Usül işlemlerinin geçerliliği bu işlemi yapan tarafın taraf ve dava ehliyetine sahip olmasını
gerektirmektedir. Bunun yanında tarafın dava takip yetkisinin de varlığı gerekir.
Sonuç doğuran taraf usül işlemleri mahkemeye karşı yapılır. Buna karşılık doğrudan etkili olan taraf
usül işlemleri genellikle mahkemeye bazen karşı tarafa bazen de her ikisine karşı yöneltilir.
Eğer bu işlemler sözlü olarak yapılırsa mahkeme bunu tutanağa geçirir bunun dışında  dilekçe ile
karşı tarafa ya da mahkemeye yöneltilir.

Bazı usül işlemleri özel olarak belirlenen şekilde yapılmalıdır. Örneğin dava dilekçesinde bulunması
gereken hususlar Kanun'da tek tek belirtilmiştir. Bu yüzden dilekçenin şekli zorunludur.

Usül işlemleri medeni hukuk hükümlerine tabi olmadığından irade fesadı sebebiyle iptal edilemez.
Ancak usül işlemlerinin maddi bir hatadan kaynaklandığı hallerde geçersiz sayılabilir.

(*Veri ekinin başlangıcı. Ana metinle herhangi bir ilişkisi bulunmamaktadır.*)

import {
  DestroyRef,
  ChangeDetectionStrategy,
  Component,
  computed,
  effect,
  inject,
  input,
  PendingTasks,
  signal,
  untracked,
} from '@angular/core';
import { takeUntilDestroyed } from '@angular/core/rxjs-interop';
import { catchError, EMPTY, merge, switchMap, tap, type Observable } from 'rxjs';
import { MatButtonModule } from '@angular/material/button';
import { MatProgressBarModule } from '@angular/material/progress-bar';
import { RouterLink } from '@angular/router';
import type {
  Phase,
  Plan,
  PlayerDto,
  PlayerMove,
  PresentPlayer,
  RosterChange,
  RuleSetDocument,
  SessionPlanDto,
  StationVerdict,
} from '../../../../shared/types';
import { PlansApi } from '../../core/api/plans-api';
import { PlayersApi } from '../../core/api/players-api';
import { RuleSetsApi } from '../../core/api/rule-sets-api';
import { BrowserEngine, type BrowserEngineApi } from '../../core/engine/browser-engine';
import { problemMessage } from '../../core/http/problem-message';
import { ICONS } from '../../core/icons/shipped-icon';
import { PhaseChime } from './services/phase-chime';
import { formatCountdown } from './services/phase-clock';
import { PitchClock } from './services/pitch-clock';
import { PitchSync } from './services/pitch-sync';
import { PlanSnapshot, type PitchSnapshot } from './services/plan-snapshot';
import { ScreenAwake } from './services/screen-awake';
import { UnitChoice } from '../../core/units/unit-choice';
import { StationCard } from './station-card';
import { RegisterPanel } from '../plans/components/register-panel';
import { changeoverWords, isBreak } from '../plans/services/plan-words';

/** The running plan at the pitch: countdown, stations, late arrivals and how each station goes. */
/** Two taps of the same verdict closer than this are one tap (a second step needs a moment's look). */
const DOUBLE_TAP_MS = 1500;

Öreğin Hukuk
Muhakemeleri Kanununda maddi hataya dayanan ikrarın geri alınabileceği kabul edilmiştir Hem
maddi hukuk hem de usül hukuku işlemi karakterini taşıyan feragat, kabul ve sulh gibi usül işlemleri 
bu söylediklerimize istisna teşkil eder ve bunlar medeni hukuka ilişkin sebeplerden dolayı iptal
edilebilir.
Usül işlemleri  şarta bağlanamaz. İstisna olarak  davacı davasını birden fazla hukuki sebebe
dayandırarak mütelahik dava veya vakıalar aynı kalarak terditli dava açılabilir Böylelikle bir usül
işlemi diğer bir usül işleminin başarılı ya da başarısız olmasına bağlanmıştır.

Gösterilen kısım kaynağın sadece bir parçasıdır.